Task ▸
Find and copy every line in the records that includes the string "glazing".

Data for processing ▸

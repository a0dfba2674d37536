//! The multi-effect diffusion still with latent-heat recovery as a thermal network. No
//! solver code here: this module only turns a design into nodes, links and hourly inputs
//! for [`crate::network`].
//!
//! A glazed absorber heats the first stage. Each stage is a wetted wick on a plate facing a
//! condensing plate across a narrow air gap: vapour crosses the gap by Stefan diffusion
//! ([`DiffusionGap`]), with conduction through the air and long-wave radiation in parallel,
//! and the spacers bridge the gap. Each condensing plate heats the next stage's wick; the
//! last plate rejects heat to the sink the design sets (air through fins, or a water body
//! the still floats on). Each stage wick is fed at the feed temperature and its run-off
//! drains warm ([`super::wick::run_off_kg_s`]). A stage wick is a fed wick
//! ([`NetworkBuilder::fed_wick_node`]): when its evaporation would outrun its feed, the
//! network caps the evaporation smoothly at the supply ([`crate::network::supply_cap`]) and
//! the cloth sits partly dry, rather than drying out and re-wetting step after step (which
//! once cost ~270 solver steps per clear hour in a stochastic year); the share of hours each
//! stage was dry is reported. The edges of every stage lose heat through
//! the side insulation and frame; the absorber loses heat through the glazing.
//!
//! Node order: glazing, absorber, then wick and plate of stage 1, 2, …, N. Every link joins
//! neighbours in that order, so the network's Jacobian is tridiagonal
//! ([`Network::bandwidth`] = 1) and the banded elimination keeps ten stages cheap.
//!
//! What the sink does. The stack passes the heat the losses leave down to the sink, so the
//! last plate sits q/h_sink above the sink temperature. Under one sun a 10-stage stack of
//! 0.25 m delivers only ≈ 190–240 W m⁻² to the sink (the glazing and the edges take most of
//! the ≈ 800 absorbed). A water body (200 W m⁻² K⁻¹) holds the last plate within ≈ 1 K; an
//! air sink is computed from its geometry and the stack's tilt ([`AirSink`]): heated air
//! leaves either up the slope (along fin channels that run up it, buoyancy g·sin β) or, near
//! level, by spilling from under the plate over its edges, where fins closed at the top by
//! the plate add almost nothing. ≈ 3 W m⁻² K⁻¹ level, fins or not; ≈ 17 for the default
//! fins under a 0.25 m stack tilted 30° and ≈ 11 under the demo's 0.5 m stack at 15°. The
//! stack does not ride up rigidly: a diffusion gap passes latent heat in proportion to the
//! slope of the saturation pressure, which roughly doubles every 12 K, so the coldest stages
//! hold most of the stack's resistance, and the absorber rises by a fraction of the last
//! plate's rise. For the steady Chiavazzo-like stack: level, any air
//! sink lets the last plate rise ≈ 22 K and the edge, frame, glazing and warm-drain losses
//! take ≈ 20 % of the distillate; tilted 30°, fins rise ≈ 12 K and cost ≈ 6 % (a plain plate
//! still ≈ 19 %). The tilt, not the fins alone, makes an air sink work. The run's figures go
//! into the result ([`KindDetails::MultiEffect`]: sink heat, day-mean rise, absorber and
//! last-plate peaks and a note in words).

use super::materials::Materials;
use std::sync::Arc;
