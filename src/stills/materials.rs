//! The library look-ups every still builder makes, with errors that name the variant.
//!
//! A validated design only names materials that exist and have the right role, so a failure
//! here means a library item lacks the physical properties its use needs: a model problem
//! ([`Error::Model`]), reported with the variant, the part and the item.

use crate::design::{CoverProps, Layer, Library, PlateProps, SurfaceProps, Variant, WickProps};
use crate::error::Error;

/// The materials library seen from one variant.
#[derive(Debug, Clone, Copy)]
pub(crate) struct Materials<'a> {
    variant: &'a str,
    lib: &'a Library,
    /// `[variant.calibration] cover_emissivity`, which replaces every cover's own.
    cover_emissivity: Option<f64>,
}

impl<'a> Materials<'a> {
    /// Look-ups for `variant` in `lib`.
    pub(crate) fn new(variant: &'a Variant, lib: &'a Library) -> Self {
        Materials {
            variant: variant.name.as_str(),
            lib,
            cover_emissivity: variant
                .calibration
                .as_ref()
                .and_then(|c| c.cover_emissivity),
        }
    }

    fn missing(&self, part: &str, id: &str) -> Error {
        Error::Model {
            variant: self.variant.to_owned(),
            at: String::new(),
            reason: format!(
                "{part} (`{id}`) has no properties for this use in the materials library"
            ),
        }
    }

    /// Optical and thermal properties of a cover or glazing, with the long-wave emissivity
    /// replaced by the variant's calibrated `cover_emissivity` when it has one.
    pub(crate) fn cover(&self, part: &str, id: &str) -> Result<CoverProps, Error> {
        let mut props = self
            .lib
            .get(id)
            .and_then(|i| i.cover)
            .ok_or_else(|| self.missing(part, id))?;
        if let Some(e) = self.cover_emissivity {
            props.emissivity = e;
        }
        Ok(props)
    }

    /// Surface properties of a liner, paint or absorber.
    pub(crate) fn surface(&self, part: &str, id: &str) -> Result<SurfaceProps, Error> {
        self.lib
            .get(id)
            .and_then(|i| i.surface().copied())
            .ok_or_else(|| self.missing(part, id))
    }

    /// Properties of a wick cloth.
    pub(crate) fn wick(&self, part: &str, id: &str) -> Result<WickProps, Error> {
        self.lib
            .get(id)
            .and_then(|i| i.wick)
            .ok_or_else(|| self.missing(part, id))
    }

    /// Properties of a stage plate.
    pub(crate) fn plate(&self, part: &str, id: &str) -> Result<PlateProps, Error> {
        self.lib
            .get(id)
            .and_then(|i| i.plate)
            .ok_or_else(|| self.missing(part, id))
    }

    /// Insulation layers as (thickness [m], conductivity [W m⁻¹ K⁻¹]), outermost last;
    /// `field` names the design field in errors.
    pub(crate) fn layers(&self, layers: &[Layer], field: &str) -> Result<Vec<(f64, f64)>, Error> {
        layers
            .iter()
            .map(|l| {
                self.lib
                    .get(&l.material)
                    .and_then(|i| i.insulation.as_ref())
                    .map(|p| (l.thickness_mm / 1000.0, p.conductivity_w_m_k))
                    .ok_or_else(|| self.missing(field, &l.material))
            })
            .collect()
    }
}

Expected output ▸
//! the side insulation and frame; the absorber loses heat through the glazing.
//! Node order: glazing, absorber, then wick and plate of stage 1, 2, …, N. Every link joins
//! 0.25 m delivers only ≈ 190–240 W m⁻² to the sink (the glazing and the edges take most of
//! sink lets the last plate rise ≈ 22 K and the edge, frame, glazing and warm-drain losses
    /// Optical and thermal properties of a cover or glazing, with the long-wave emissivity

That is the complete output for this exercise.